Nature and nurture have found a new companion — historical context.
A new study has produced the best evidence yet that the role of genetics in complex traits, including obesity, varies over time. Both the era in which scientific research is conducted and the era in which subjects were born may have an impact on the degree to which genetic factors are present in scientific data.
“I liken it to a kind of uncertainty principle, or ‘observer effect,’ for genetics,” said Nicholas Christakis, a Yale professor of sociology, ecology & evolutionary biology, and medicine, and co-author of the study. “In principle, any study of how DNA affects bodily outcomes may thus be finding effects that are not ever-enduring, or may be missing effects that — but for the timing of the research — are enduring.”
The research appears online in the Dec. 29 edition of the Proceedings of the National Academy of Sciences.
Christakis and his colleagues focused on a specific genetic variant in the FTO gene that is widely known to be associated with obesity. Looking at data from the Framingham Heart Study, they found a difference among people with the FTO gene, depending on their era of birth. People born before 1942 did not display an association between the risk variant and obesity; people born after 1942 showed an even stronger association than had been previously reported.
Researchers attribute the difference to changing societal or environmental conditions that had an effect on whether genetic factors came into play. “It suggests that even more caution and humility in modern genetics research is warranted,” Christakis said. “It also suggests that if large-scale genetic association studies with this gene had been conducted a generation earlier, they could have had different results.”

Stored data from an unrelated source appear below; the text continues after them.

#[tokio::test]
async fn strata_each_with_their_own_total_reach_zone_counts_and_the_total_check() {
    let (_, app) = state_with(config());
    // Two strata of the 8 fair cells: the top row with exactly 2 events, cells 4 and 5 with a
    // range [0, 1]; cells 6 and 7 unconstrained.
    let mut body = json!({"inputs": tea_inputs()});
    body["inputs"]["evidence"] = json!({"strata": [
        {"id": "top", "rect": {"row": 0, "col": 0, "rows": 1, "cols": 4}, "total": 2},
        {"id": "pair", "cells": [4, 5], "total": {"min": 0, "max": 1}}
    ]});
    let r = post_json(&app, "/processes/zone-counts/execution", &body, None).await;
    assert_eq!(
        r.status,
        StatusCode::OK,
        "{}",
        String::from_utf8_lossy(&r.body)
    );
    let v = r.json();
    // reference: closed form; the zone "cups" is the top row, so it holds exactly 2.
    assert_eq!(v["zones"][0]["pmf"], json!({"offset": 2, "values": [1.0]}));
    // The pair given at most one event: P(0) = 1/3, P(1) = 2/3 (closed form: 1/4 vs 2/4).
    let pair = v["zones"][1]["pmf"]["values"].as_array().unwrap();
    assert!((pair[0].as_f64().unwrap() - 1.0 / 3.0).abs() < 1e-15);
    assert!((pair[1].as_f64().unwrap() - 2.0 / 3.0).abs() < 1e-15);
    let total = &v["total"];
    assert_eq!(total["evidence"], "strata");
    assert_eq!(total["strata"][0]["id"], "top");
    assert_eq!(total["strata"][1]["check"]["evidence"], "range");
    // The true total: 2 + (pair: 1/3, 2/3) + Binomial(2, 1/2) for cells 6 and 7.
    // reference: closed form, the convolution (1/3, 2/3) * (1/4, 1/2, 1/4) shifted by 2
    let want = [
        1.0 / 12.0,
        1.0 / 6.0 + 1.0 / 6.0,
        1.0 / 12.0 + 1.0 / 3.0,
        1.0 / 6.0,
    ];
    let got = total["posterior"]["pmf"]["values"].as_array().unwrap();
    assert_eq!(total["posterior"]["pmf"]["offset"], 2);
    for (g, w) in got.iter().zip(want) {
        assert!((g.as_f64().unwrap() - w).abs() < 1e-15, "{got:?}");
    }
    let check = post_json(
        &app,
        "/processes/total-check/execution",
        &json!({"inputs": {"raster": tea_inputs()["raster"], "evidence": body["inputs"]["evidence"]}}),
        None,
    )
    .await
    .json();
    assert_eq!(check["posterior"], total["posterior"]);
    // The cell posterior under the same strata. reference: closed form; a top-row cell holds an
    // event in 2 of 4 fair cells (1/2), cell 4 given at most one event in the pair (1/4 over
    // 3/4), cell 6 is unconstrained (its prior 1/2)
    let cells = post_json(
        &app,
        "/processes/cell-posterior/execution",
        &json!({"inputs": {"raster": tea_inputs()["raster"], "evidence": body["inputs"]["evidence"], "cells": [0, 4, 6]}}),
        None,
    )
    .await;
    assert_eq!(
        cells.status,
        StatusCode::OK,
        "{}",
        String::from_utf8_lossy(&cells.body)
    );
    let cells = cells.json();
    for (i, want) in [0.5, 1.0 / 3.0, 0.5].iter().enumerate() {
        let got = cells["cells"][i]["posterior"].as_f64().unwrap();
        assert!(
            (got - want).abs() < 1e-15,
            "cell {}: {got} vs {want}",
            cells["cells"][i]["cell"]
        );
    }
    assert_eq!(cells["total"]["posterior"], total["posterior"]);
}
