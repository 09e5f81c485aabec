//! The normaliser: everything about the raster's total given the evidence, computed once per
//! (raster, evidence) and shared by every zone request on them.
//!
//! It holds the tilt, certified bounds on the denominator of every conditional pmf, and the
//! total check reported to users: is the evidence plausible under the raster at all, and what
//! does it say about the true total?
//!
//! One exact total m: the denominator is P~(free total = m - certain), the tilt centred there.
//! Evidence allowing several totals (a range, detection, a likelihood): the tilt no longer
//! cancels across totals, so each total j of the free cells is weighed in log space by
//! E(j) = w(j + certain) t^(-j) / const, the tilt re-centred on the posterior of the total until
//! it settles. The weights become a slack count (`slack`) that the tree pass convolves into its
//! outside law, so every zone's law is the exact mixture over totals with no change to the
//! pass. Z, its bracket and the total's posterior come from the same weights.

use super::certify::{certify, Sum};
use super::control::Control;
use super::error::EngineError;
use super::evidence::{Evidence, Form};
use super::law::{Law, FFT_MIN_LEN};
use super::model::{Raster, MIN_TOLERANCE};
use super::rounding::{gamma, UNIT_ROUNDOFF};
use super::sets::{trims_for, Cells};
use super::summary::summarise;
use super::tilt::{self, Tilt};

/// Tail probability below which the observed total is called implausible.
pub const IMPLAUSIBLE_TAIL: f64 = 1e-6;

/// Share of the tightest tolerance the normaliser's own truncation may use: its error then
/// stays three orders below any request's budget.
const NORMALISER_SHARE: f64 = 1e-3;

/// How the evidence sits against the raster's prior, and what it says about the true total.
#[derive(Clone, Debug, PartialEq)]
pub struct TotalCheck {
    /// The evidence's form: `total`, `range`, `detected` or `likelihood`.
    pub evidence: &'static str,
    /// The observed count: the exact total, or the detected count; `None` for a range or a
    /// likelihood.
    pub observed: Option<u64>,
    /// Prior mean and sd of the total: sum p and sqrt(sum p(1-p)).
    pub prior_mean: f64,
    pub prior_sd: f64,
    /// The central `prior_level` interval of the prior total.
    pub prior_interval: (u64, u64),
    pub prior_level: f64,
    /// How far the observation is from the prior, in prior sd; `None` when the sd is zero.
    /// For a range or a likelihood, from the nearest end of the totals it allows (0 inside).
    pub z_score: Option<f64>,
    /// Tail probabilities of the observation under the prior: P(total <= observed) and
    /// P(total >= observed) for an exact total; P(total <= max) and P(total >= min) for a range
    /// or a likelihood (over the totals it allows); for a detected count, the same tails of
    /// the detected count (the raster thinned by the detection rate).
    pub p_at_most: f64,
    pub p_at_least: f64,
    /// ln P(observation) under the prior.
    pub log_likelihood: f64,
    /// Set when either tail is below `IMPLAUSIBLE_TAIL`.
    pub warning: Option<String>,
    /// The posterior of the true total; `None` for an exact total (it is that total).
    pub posterior: Option<TotalPosterior>,
}

/// The posterior law of the true total given the evidence.
#[derive(Clone, Debug, PartialEq)]
pub struct TotalPosterior {
    /// Total of `pmf[0]`.
    pub offset: u64,
    pub pmf: Vec<f64>,
    /// Certified bound on the L1 distance from the exact pmf.
    pub error_bound: f64,
}

/// Where the free cells' total must land, and how the conditional law degenerates, if it does.
#[derive(Clone, Copy, Debug, PartialEq)]
pub(crate) enum Regime {
    /// The general case, computed in the tilted world.
    Tilted(Tilt),
    /// The one total allowed is 0 free events: every free cell is empty.
    AllEmpty,
    /// The one total allowed makes every free cell hold an event.
    AllFull,
}

#[derive(Clone, Debug)]
pub struct Normaliser {
    pub(crate) regime: Regime,
    /// The count the free cells and the evidence's slack together make up (see `slack`).
    pub(crate) target: u64,
    /// Certified bounds on the tilted normalising constant Z (for an exact total,
    /// P~(free total = target); otherwise sum over totals of weight x P~).
    pub(crate) z_lo: f64,
    pub(crate) z_hi: f64,
    /// For evidence allowing several totals: the tilted weights E(j) of the free totals j,
    /// stored reversed as a law of a slack count s = target - j, so that conditioning on
    /// "free total + slack = target" weighs each total j by E(j). Convolved into the outside
    /// law at the root of every tree pass; `None` for one exact total.
    pub(crate) slack: Option<Law>,
    /// L1 bound on what the computed weights' rounding moves any normalised mixture by (added
    /// to every certificate by `certify`); zero for one exact total.
    pub(crate) weights_error: f64,
    pub check: TotalCheck,
    law_len: usize,
}

/// The prior's central 99% interval is reported at this level.
pub(crate) const PRIOR_LEVEL: f64 = 0.99;
/// Re-centring steps of the tilt on the posterior mean of the total (each one law build); the
/// results never depend on the tilt, only the windows' widths do.
const MAX_RECENTRE: usize = 8;

/// What the exact-total computation leaves.
struct Exact {
    regime: Regime,
    target: u64,
    z_lo: f64,
    z_hi: f64,
    law_len: usize,
    /// The prior's central interval, when the tilted law's window holds the prior.
    prior: Option<(u64, u64)>,
    /// P(total <= m), P(total >= m), ln P(total = m) under the prior.
    p_at_most: f64,
    p_at_least: f64,
    log_eq: f64,
}

impl Normaliser {
    /// Computes the normaliser of `raster` for observed total `total`, checking the total.
    ///
    /// Occurs as `ImpossibleTotal` when the total is below the number of cells with p = 1 or
    /// above the number with p > 0; as `Cancelled` when `control` asks.
    pub fn new(raster: &Raster, total: u64, control: &Control) -> Result<Normaliser, EngineError> {
        Normaliser::of(raster, &Evidence::exact_total(total, raster)?, control)
    }

    /// Computes the normaliser of `raster` for evidence already checked against it.
    ///
    /// Occurs as `Cancelled` when `control` asks.
    pub fn of(
        raster: &Raster,
        evidence: &Evidence,
        control: &Control,
    ) -> Result<Normaliser, EngineError> {
        let stats = *raster.stats();
        let prior_mean = stats.sum_p;
        let prior_sd = stats.sum_var.sqrt();
        let (lo, hi) = evidence.support();
        if let Some(m) = evidence.single() {
            let e = exact(raster, m, control)?;
            let prior_interval = match e.prior {
                Some(p) => p,
                None => prior_interval(raster, control)?,
            };
            let observed = match evidence.form() {
                Form::Total(m) => Some(*m),
                Form::Detected { detected, .. } => Some(*detected),
                _ => None,
            };
            let (z_score, p_at_most, p_at_least, log_likelihood) = match evidence.form() {
                Form::Total(_) => (
                    (prior_sd > 0.0).then(|| (m as f64 - prior_mean) / prior_sd),
                    e.p_at_most,
                    e.p_at_least,
                    e.log_eq,
                ),
                _ => plausibility(
                    raster,
                    evidence,
                    e.log_eq + evidence.log_base(m, m),
                    control,
                )?,
            };
            let posterior = evidence.total().is_none().then(|| TotalPosterior {
                offset: m,
                pmf: vec![1.0],
                error_bound: 0.0,
            });
            let check = total_check(
                evidence,
                observed,
                (prior_mean, prior_sd, prior_interval),
                z_score,
                (p_at_most, p_at_least),
                log_likelihood,
                posterior,
            );
            return Ok(Normaliser {
                regime: e.regime,
                target: e.target,
                z_lo: e.z_lo,
                z_hi: e.z_hi,
                slack: None,
                weights_error: 0.0,
                check,
                law_len: e.law_len,
            });
        }

        // Several totals: tilt near the posterior of the total, weigh each total in log space.
        let values = raster.values();
        let certain = stats.certain;
        let free = stats.free;
        let free_mean = prior_mean - certain as f64;
        let mut centre = evidence.centre_guess(prior_mean, prior_sd);
        let mut attempt = 0;
        let (tilt, law, window) = loop {
            attempt += 1;
            control.check()?;
            let target = (centre - certain as f64).clamp(0.5, free as f64 - 0.5);
            let tilt = tilt::solve(values, free, free_mean, target);
            let eps = NORMALISER_SHARE * MIN_TOLERANCE * 0.25
                / tilt.var.sqrt().max(1.0)
                / trims_for(values.len()) as f64;
            let law = Cells {
                values,
                t: tilt.t,
                eps,
                fft_min: FFT_MIN_LEN,
            }
            .law_of_span(0, values.len());
            let (wa, wb) = (lo.max(certain + law.lo), hi.min(certain + law.hi()));
            if wa > wb {
                // The support lies beyond this law's reach: move the centre onto it.
                centre = if hi < certain + law.lo { hi } else { lo } as f64;
                if attempt < MAX_RECENTRE {
                    continue;
                }
                return Err(out_of_reach(evidence));
            }
            let mean = posterior_mean(evidence, &law, &tilt, certain, (wa, wb));
            if !mean.is_finite() {
                return Err(out_of_reach(evidence));
            }
            let settled = (mean - centre).abs() <= 0.5 * tilt.var.sqrt() + 0.5;
            if settled || attempt >= MAX_RECENTRE {
                break (tilt, law, (wa, wb));
            }
            centre = mean;
        };
        control.check()?;
        let prior_interval = match prior_from(&law, &tilt, certain) {
            Some(p) => p,
            None => prior_interval(raster, control)?,
        };
        let weighed = weigh(evidence, &law, &tilt, certain, window);
        if weighed.z.is_nan() || weighed.z <= 0.0 {
            return Err(out_of_reach(evidence));
        }
        let z_lo = (weighed.z - law.abs_err).max(0.0) * (1.0 - weighed.gamma);
        let z_hi = ((weighed.z + law.abs_err) * (1.0 + weighed.gamma) + weighed.unseen)
            * (1.0 + 2.0 * UNIT_ROUNDOFF);
        let log_z = weighed.z.ln() + weighed.log_scale + tilt.log_c;
        let (z_score, p_at_most, p_at_least, log_likelihood) =
            plausibility(raster, evidence, log_z, control)?;
        let mut normaliser = Normaliser {
            regime: Regime::Tilted(tilt),
            target: weighed.slack.hi_total - certain,
            z_lo,
            z_hi,
            slack: Some(weighed.slack.law),
            weights_error: weighed.weights_error,
            check: total_check(
                evidence,
                match evidence.form() {
                    Form::Detected { detected, .. } => Some(*detected),
                    _ => None,
                },
                (prior_mean, prior_sd, prior_interval),
                z_score,
                (p_at_most, p_at_least),
                log_likelihood,
                None,
            ),
            law_len: law.len(),
        };
        let certificate = certify(
            &normaliser,
            &Sum {
                s: weighed.z,
                rounding: law.rounding + 1,
                len: weighed.posterior.len(),
                fft: law.abs_err,
                dropped: weighed.unseen,
            },
        );
        let (offset, pmf) = trimmed_pmf(weighed.offset, weighed.posterior, weighed.z);
        normaliser.check.posterior = Some(TotalPosterior {
            offset,
            pmf,
            error_bound: certificate.bound,
        });
        Ok(normaliser)
    }

    /// Bytes held (for cache accounting).
    pub fn heap_bytes(&self) -> usize {
        std::mem::size_of::<Normaliser>()
            + self.law_len * 8
            + self.slack.as_ref().map_or(0, |s| s.len() * 8)
            + self.check.posterior.as_ref().map_or(0, |p| p.pmf.len() * 8)
            + self.check.warning.as_ref().map_or(0, |w| w.len())
    }
}
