import { describe, expect, it } from 'vitest';
import { browserOf } from './session-text';

describe('browserOf', () => {
  it('names the browser and system of common user agents', () => {
    expect(
      browserOf(
        'Mozilla/5.0 (X11; Linux x86_64) AppleWebKit/537.36 (KHTML, like Gecko) Chrome/140.0.0.0 Safari/537.36',
      ),
    ).toBe('Chrome on Linux');
    expect(
      browserOf('Mozilla/5.0 (Windows NT 10.0; Win64; x64; rv:128.0) Gecko/20100101 Firefox/128.0'),
    ).toBe('Firefox on Windows');
    expect(browserOf(null)).toBe('unknown browser');
    expect(browserOf('curl/8.5.0')).toBe('curl/8.5.0');
  });
});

The implications for the findings stretch throughout the study of genetics and speak to the complex, evolving bond between heredity and environment, researchers indicated. Examining phenomena such as the rise in obesity, they said, becomes a matter of “disentangling” the strands of historical and contemporary environmental factors that interact with genetic features over time.
“This idea of looking at epoch of birth as it relates to determining genetic risk is not a dimension people are used to thinking about,” said Massachusetts General Hospital psychiatrist Niels Rosenquist, co-author of the study. “It’s rare to see, in a human population, a changing response to environmental conditions, based on your genotype.”
As scientists probe further into such gene-by-birth-cohort and gene-by-environment interactions, Rosenquist and Christakis said it ultimately may be important for researchers to choose broad populations from many types of environments when studying the ways genes are expressed.
“Our paper shows that discovering the effect of genes may depend on the total, historical environment in which the researcher and subject are embedded,” Christakis said.
Other authors of the study were Steven F. Lehrer of Queen’s University, A. James O’Malley of Dartmouth College, Alan M. Zaslavsky of Harvard Medical School and Jordan W. Smoller of Massachusetts General Hospital.